▶ PROMPT: Copy out each line of the data below in which the string "same" appears.

(Saved entries)

=======

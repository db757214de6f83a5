"""Loop events from resampled tracks, checked against inertial theory."""

import numpy as np
import pandas as pd
import pytest

from driftloop import geodesy
from driftloop.config import LoopConfig
from driftloop.constants import TIDAL_PERIODS_H
from driftloop.loops import EVENT_COLUMNS, classify, find_events, spin_name
from driftloop.physics import coriolis_parameter, inertial_period_s, inertial_radius_m
from driftloop.spectra import inertial_peak_check, rotary_spectra

HOUR = 3600.0
T0 = pd.Timestamp("2026-01-01T00:00:00Z")


def track_from_velocity(u, v, lat0, lon0, *, drifter="D1", segment=0, start=T0):
    """A resampled-track table whose positions integrate (u, v) hourly on WGS 84."""
    n = u.size
    lat = np.empty(n)
    lon = np.empty(n)
    lat[0], lon[0] = lat0, lon0
    for k in range(1, n):  # test helper; the library never loops per fix
        du, dv = (u[k - 1] + u[k]) / 2 * HOUR, (v[k - 1] + v[k]) / 2 * HOUR
        end = geodesy.forward(lon[k - 1], lat[k - 1], np.degrees(np.arctan2(du, dv)),
                              np.hypot(du, dv))
        lat[k], lon[k] = float(end.lat_deg), float(end.lon_deg)
    return pd.DataFrame({
        "drifter_id": pd.array([drifter] * n, dtype="string"),
        "segment": segment,
        "time": start + pd.to_timedelta(np.arange(n), unit="h"),
        "lat": lat, "lon": lon, "u": u, "v": v,
        "sigma_m": 10.0, "in_gap": False, "gap_h": 0.0,
    })


def inertial_track(lat0, speed=0.2, days=12, drift=(0.05, 0.02), **kw):
    """Free inertial oscillation Z = V exp(-i f t) plus a steady drift (f-plane)."""
    t = np.arange(int(days * 24)) * HOUR
    f = float(coriolis_parameter(lat0))
    z = speed * np.exp(-1j * f * t) + complex(*drift)
    return track_from_velocity(z.real, z.imag, lat0, -30.0, **kw)


def test_inertial_circle_is_an_inertial_event_with_theory_period_and_radius():
    lat0 = 45.0
    events = find_events(inertial_track(lat0)).events
    assert len(events) == 1
    event = events.iloc[0]
    # f-plane inertial circle: period pi / (Omega sin lat), radius V / |f| (physics.py,
    # checked against TEOS-10 gsw.f in test_physics.py)
    assert event["kind"] == "inertial"
    assert event["spin"] == "anticyclonic" and event["sense"] == "clockwise"
    assert event["period_h"] == pytest.approx(float(inertial_period_s(lat0)) / HOUR, rel=0.01)
    assert event["radius_km"] == pytest.approx(float(inertial_radius_m(0.2, lat0)) / 1e3,
                                               rel=0.03)
    # the position-based radius of a circle is the same radius (no RMS inflation)
    assert event["radius_fit_km"] == pytest.approx(float(inertial_radius_m(0.2, lat0)) / 1e3,
                                                   rel=0.03)
    assert event["period_ratio"] == pytest.approx(1.0, abs=0.02)
    assert 0.8 < event["radius_ratio"] < 1.2
    assert list(events.columns) == list(EVENT_COLUMNS)


def test_southern_hemisphere_inertial_motion_turns_anticlockwise():
    # AMS Glossary of Meteorology, "inertial oscillation": anticyclonic in both hemispheres
    events = find_events(inertial_track(-40.0)).events
    assert len(events) == 1
    assert events.iloc[0]["sense"] == "anticlockwise"
    assert events.iloc[0]["spin"] == "anticyclonic"
    assert events.iloc[0]["kind"] == "inertial"


def test_slow_cyclonic_loops_are_an_eddy_not_inertial():
    lat0, period_h, speed = 40.0, 96.0, 0.25
    t = np.arange(30 * 24) * HOUR
    sense = np.sign(lat0)  # cyclonic = same sense as the Earth's rotation
    z = speed * np.exp(1j * sense * 2 * np.pi * t / (period_h * HOUR))
    events = find_events(track_from_velocity(z.real, z.imag, lat0, -30.0)).events
    eddy = events[events["kind"] == "eddy"]
    assert len(eddy) == 1 and (events["kind"] != "inertial").all()
    assert eddy.iloc[0]["spin"] == "cyclonic"
    assert eddy.iloc[0]["period_h"] == pytest.approx(period_h, rel=0.02)
    radius_km = speed * period_h * HOUR / (2 * np.pi) / 1e3  # circle: R = V T / 2 pi
    assert eddy.iloc[0]["radius_km"] == pytest.approx(radius_km, rel=0.03)


def test_m2_tidal_circle_far_from_the_inertial_period_is_tidal():
    # At 45 N the inertial period (16.9 h) is far from M2 (12.42 h, NOAA CO-OPS speed)
    lat0, speed = 45.0, 0.15
    t = np.arange(20 * 24) * HOUR
    z = speed * np.exp(-2j * np.pi * t / (TIDAL_PERIODS_H["M2"] * HOUR))
    events = find_events(track_from_velocity(z.real, z.imag, lat0, -30.0)).events
    tidal = events[events["kind"] == "tidal"]
    assert len(tidal) == 1 and tidal.iloc[0]["tide"] == "M2"


def test_near_the_equator_nothing_is_inertial():
    # at 4.5 deg the inertial period is 6.4 days; the loops are found, but
    # f-plane inertial dynamics do not hold there, so they are not inertial
    catalogue = find_events(inertial_track(4.5, speed=0.3, days=60, drift=(0.05, 0.0)))
    events = catalogue.events
    assert len(events) >= 1
    assert (events["kind"] != "inertial").all()
    # the circle (26 km radius) is centred north of the start, hence not exactly 1
    assert (events["period_ratio"] - 1).abs().min() < 0.1
    assert any("equator" in note for note in catalogue.notes)


def test_a_segment_break_does_not_split_one_oscillation():
    lat0 = 45.0
    first = inertial_track(lat0, days=8, segment=0)
    f = float(coriolis_parameter(lat0))
    t = (np.arange(8 * 24) + 8 * 24 + 6) * HOUR  # resumes 6 h after the break
    z = 0.2 * np.exp(-1j * f * t) + complex(0.05, 0.02)
    second = track_from_velocity(z.real, z.imag, float(first["lat"].iloc[-1]),
                                 float(first["lon"].iloc[-1]), segment=1,
                                 start=T0 + pd.Timedelta(hours=8 * 24 + 6))
    events = find_events(pd.concat([first, second], ignore_index=True)).events
    inertial = events[events["kind"] == "inertial"]
    assert len(inertial) == 1 and inertial.iloc[0]["pieces"] == 2
    assert inertial.iloc[0]["duration_h"] > 13 * 24  # both segments less their cones


def test_classify_uses_the_configured_band():
    row = pd.DataFrame({"period_h": [16.9 * 1.2], "speed_m_s": [0.2], "radius_fit_km": [2.3],
                        "lat": [45.0], "_sense": [-1]})
    assert classify(row, LoopConfig()).iloc[0]["kind"] == "other"
    wide = LoopConfig(inertial_period_ratio_max=1.25)
    assert classify(row, wide).iloc[0]["kind"] == "inertial"


def test_spin_names():
    assert spin_name([-1, 1, -1, 1], [10.0, 10.0, -10.0, -10.0]).tolist() == [
        "anticyclonic", "cyclonic", "cyclonic", "anticyclonic"]


def test_noise_only_track_has_no_inertial_event():
    rng = np.random.default_rng(5)
    n = 20 * 24
    u = 0.05 + np.cumsum(rng.normal(0, 0.005, n))
    v = np.cumsum(rng.normal(0, 0.005, n))
    events = find_events(track_from_velocity(u, v, 45.0, -30.0)).events
    assert (events["kind"] != "inertial").all()


def test_rotary_spectrum_peaks_at_f_on_the_anticyclonic_side():
    track = inertial_track(45.0, days=30)
    spectra = rotary_spectra(track)
    check = inertial_peak_check(spectra, track)["D1"]
    assert check["checked"] and check["side"] == "clockwise" and check["within_tolerance"]
    f_cpd = abs(float(coriolis_parameter(track["lat"].mean()))) / (2 * np.pi) * 86400
    assert check["inertial_cpd"] == pytest.approx(f_cpd, rel=1e-3)
    mine = spectra.table[spectra.table["drifter_id"] == "D1"]
    near = mine.iloc[(mine["frequency_cpd"] - f_cpd).abs().argsort()[:1]]
    assert float(near["psd_clockwise"].iloc[0]) > 100 * float(near["psd_anticlockwise"].iloc[0])


@pytest.mark.parametrize("lat0", [45.0, -30.0])
def test_decay_time_of_ringing_that_starts_mid_record(lat0):
    # Free slab-layer ringing Z = A0 exp(-(r + i f)(t - t0)) after a storm at t0
    # (Pollard & Millard 1970, Deep-Sea Res. 17, from memory): the amplitude
    # e-folds in 1/r.  Before t0 the drifter only drifts, so the wavelet ramps
    # up across t0; the fit must not take that ramp for slow decay.
    efold_h, t0 = 48.0, 7.3 * 86400.0
    t = np.arange(30 * 24) * HOUR
    f = float(coriolis_parameter(lat0))
    ringing = 0.3 * np.exp(-(1.0 / (efold_h * HOUR) + 1j * f) * (t - t0))
    z = np.where(t >= t0, ringing, 0.0) + complex(0.05, 0.02)
    events = find_events(track_from_velocity(z.real, z.imag, lat0, -30.0)).events
    inertial = events[events["kind"] == "inertial"]
    assert len(inertial) == 1
    assert inertial.iloc[0]["decay_time_h"] == pytest.approx(efold_h, rel=0.10)
    assert inertial.iloc[0]["start"] >= T0 + pd.Timedelta(seconds=t0) - pd.Timedelta(hours=12)


def test_loops_slower_than_the_speed_threshold_are_no_event():
    # an inertial circle at 3 cm/s is below the default min_speed_m_s (5 cm/s)
    weak = inertial_track(45.0, speed=0.03)
    assert len(find_events(weak).events) == 0
    events = find_events(weak, LoopConfig(min_speed_m_s=0.02)).events
    assert events["kind"].tolist() == ["inertial"]
    assert events.iloc[0]["speed_m_s"] == pytest.approx(0.03, rel=0.02)


def test_ringing_inside_a_cyclonic_eddy_is_inertial_at_the_shifted_frequency():
    # Inside an eddy near-inertial motion turns at f_eff = f + zeta/2 (Kunze 1985,
    # J. Phys. Oceanogr. 15); a solid-body core turning at omega has zeta = 2 omega
    # (textbook kinematics), so f_eff = f + omega.  At 45 N in an 80-h cyclonic
    # eddy that is a 13.97-h period, 0.83 of T_i: outside the f-plane band alone.
    lat0 = 45.0
    f = float(coriolis_parameter(lat0))
    omega = 2 * np.pi / (80.0 * HOUR)
    t = np.arange(30 * 24) * HOUR
    z = 0.2 * np.exp(1j * omega * t) + 0.15 * np.exp(-1j * (f + omega) * t) + 0.05
    events = find_events(track_from_velocity(z.real, z.imag, lat0, -30.0)).events
    eddy = events[events["kind"] == "eddy"]
    inertial = events[events["kind"] == "inertial"]
    assert len(eddy) == 1 and eddy.iloc[0]["spin"] == "cyclonic"
    assert eddy.iloc[0]["period_h"] == pytest.approx(80.0, rel=0.02)
    assert len(inertial) == 1 and (events["kind"] == "other").sum() == 0
    expected_h = 2 * np.pi / (f + omega) / HOUR
    assert inertial.iloc[0]["period_h"] == pytest.approx(expected_h, rel=0.01)
    assert inertial.iloc[0]["period_ratio"] < LoopConfig().inertial_period_ratio_min
    # the same ringing without the eddy is too fast to be inertial
    z_alone = 0.15 * np.exp(-1j * (f + omega) * t) + 0.05
    alone = find_events(track_from_velocity(z_alone.real, z_alone.imag, lat0, -30.0)).events
    assert (alone["kind"] != "inertial").all()


def test_each_segment_is_tested_at_its_own_mean_latitude(monkeypatch):
    # the significance test leaves out the inertial band of the segment's latitude
    # (f = 2 Omega sin lat, Gill 1982), so the ridge stage gets the segment's mean latitude
    import driftloop.loops as loops_module

    seen = []
    real = loops_module.detect

    def spy(z, dt_s, config=None, **kw):
        seen.append(kw.get("latitude"))
        return real(z, dt_s, config, **kw)

    monkeypatch.setattr(loops_module, "detect", spy)
    a = inertial_track(40.0, days=6, segment=0)
    b = inertial_track(-20.0, days=6, segment=1, start=T0 + pd.Timedelta(days=7))
    find_events(pd.concat([a, b], ignore_index=True))
    assert seen == pytest.approx([a["lat"].mean(), b["lat"].mean()])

=======

▶ TASK OUTPUT:
    # the position-based radius of a circle is the same radius (no RMS inflation)
    sense = np.sign(lat0)  # cyclonic = same sense as the Earth's rotation
    # the same ringing without the eddy is too fast to be inertial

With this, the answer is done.